- WHAT IS NEEDED: On the basis of the records below, report how many lines contain the word "engine". Nothing else should be given.

- Collected data:
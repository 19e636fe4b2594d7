import { z } from "zod";
import { UnreadablePageError } from "../errors";
import { PAGE_FORMAT, pageSchema, type PageDocument } from "./schema";

type Issue = z.core.$ZodIssue;
type Path = readonly PropertyKey[];

/**
 * Reads a page document.
 *
 * @param json the document as `JSON.parse` gives it
 * @throws UnreadablePageError naming block and key, in one line: wrong types, unknown keys, two blocks of one handle
 */
export function readPageDocument(json: unknown): PageDocument {
  if (typeof json !== "object" || json === null || Array.isArray(json)) {
    throw new UnreadablePageError(`A page is a JSON object with "format": "${PAGE_FORMAT}"; this is ${describe(json)}.`);
  }
  const format = valueAt(json, ["format"]);
  if (format !== PAGE_FORMAT) {
    throw new UnreadablePageError(`The page says "format": ${describe(format)}; this engine reads "${PAGE_FORMAT}".`);
  }
  const read = pageSchema.safeParse(json);
  if (!read.success) {
    const sentences = read.error.issues.map((issue) => sentenceFor(issue, json));
    const more = sentences.length > 1 ? ` ${sentences.length - 1} more like this.` : "";
    throw new UnreadablePageError(`${sentences[0] ?? "The page cannot be read."}${more}`);
  }
  refuseDuplicates(read.data);
  return read.data;
}

function refuseDuplicates(page: PageDocument): void {
  const seen = new Map<string, number>();
  page.blocks.forEach((block, index) => {
    const handle = block.id.normalize("NFC");
    const before = seen.get(handle);
    if (before !== undefined) {
      throw new UnreadablePageError(`Blocks ${before + 1} and ${index + 1} both have the id "${handle}"; every block of a page needs its own.`);
    }
    seen.set(handle, index);
  });
}

/** One sentence for one fault: where it is, by the block's id, and what was expected. */
function sentenceFor(issue: Issue, json: unknown): string {
  const deepest = narrow(issue, json, issue.path);
  const where = place(deepest.path, json);
  switch (deepest.issue.code) {
    case "unrecognized_keys": {
      const keys = deepest.issue.keys.map((key) => `"${key}"`).join(", ");
      return `${where}: unknown key ${keys}.`;
    }
    case "invalid_type": {
      const value = valueAt(json, deepest.path);
      if (value === undefined) return `${where}: missing; expected ${deepest.issue.expected}.`;
      return `${where}: expected ${deepest.issue.expected}, got ${describe(value)}.`;
    }
    case "invalid_value":
      return `${where}: expected ${deepest.issue.values.map((value) => JSON.stringify(value)).join(" or ")}, got ${describe(valueAt(json, deepest.path))}.`;
    case "custom":
      return `${where}: ${deepest.issue.message}.`;
    case "invalid_key":
      return `${where}: ${deepest.issue.issues[0]?.message ?? "this cannot be a name here"}.`;
    case "invalid_union":
      if (deepest.issue.discriminator !== undefined) {
        return `${where} is ${describe(valueAt(json, deepest.path))}, which is not one this page format knows.`;
      }
      return `${where}: ${describe(valueAt(json, deepest.path))} fits none of the allowed forms.`;
    default:
      return `${where}: ${deepest.issue.message}.`;
  }
}

/**
 * Where one of several forms was expected, the fault that matters is that of the form the author meant: the one with fewest
 * faults, an unknown key being a lighter fault than a missing one.
 */
function narrow(issue: Issue, json: unknown, path: Path): { issue: Issue; path: Path } {
  if (issue.code !== "invalid_union") return { issue, path };
  let best: { weight: number; issue: Issue } | undefined;
  for (const branch of issue.errors) {
    const first = branch.find((inner) => inner.code === "unrecognized_keys") ?? branch[0];
    if (first === undefined) continue;
    let weight = 0;
    for (const inner of branch) {
      const missing = inner.code === "invalid_type" && valueAt(json, [...path, ...inner.path]) === undefined;
      const wholly = inner.path.length === 0 && inner.code !== "unrecognized_keys" && inner.code !== "custom";
      weight += wholly ? 100 : missing ? 10 : 1;
    }
    if (best === undefined || weight < best.weight) best = { weight, issue: first };
  }
  if (best === undefined || best.weight >= 100) return { issue, path };
  const named = best.issue.code === "invalid_type" && valueAt(json, [...path, ...best.issue.path]) === undefined && best.weight > 11;
  return named ? { issue, path } : narrow(best.issue, json, [...path, ...best.issue.path]);
}

/** `block r: data`, `block 3: steps[0].amount`, `title`. */
function place(path: Path, json: unknown): string {
  if (path[0] !== "blocks" || typeof path[1] !== "number") return path.length === 0 ? "the page" : fieldName(path);
  const id = valueAt(json, ["blocks", path[1], "id"]);
  const block = typeof id === "string" && id !== "" ? `block ${id}` : `block ${path[1] + 1}`;
  return path.length > 2 ? `${block}: ${fieldName(path.slice(2))}` : block;
}

function fieldName(path: Path): string {
  return path.map((part, index) => (typeof part === "number" ? `[${part}]` : index === 0 ? String(part) : `.${String(part)}`)).join("");
}

function valueAt(json: unknown, path: Path): unknown {
  let value = json;
  for (const key of path) {
    if (typeof value !== "object" || value === null || !Object.hasOwn(value, key)) return undefined;
    value = Reflect.get(value, key);
  }
  return value;
}

function describe(value: unknown): string {
  if (value === undefined) return "nothing";
  if (value === null) return "null";
  if (Array.isArray(value)) return "a list";
  if (typeof value === "object") return `an object with ${Object.keys(value).slice(0, 5).join(", ") || "no keys"}`;
  const text = JSON.stringify(value);
  return text.length > 60 ? `${text.slice(0, 60)}…` : text;
}

/** JSON Schema (draft 2020-12) of the page document, made from the schema the engine itself reads with. */
export function pageJsonSchema(): object {
  return { $id: PAGE_FORMAT, title: "Page document", ...z.toJSONSchema(pageSchema) };
}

- ANSWER TO THIS PROBLEM: 2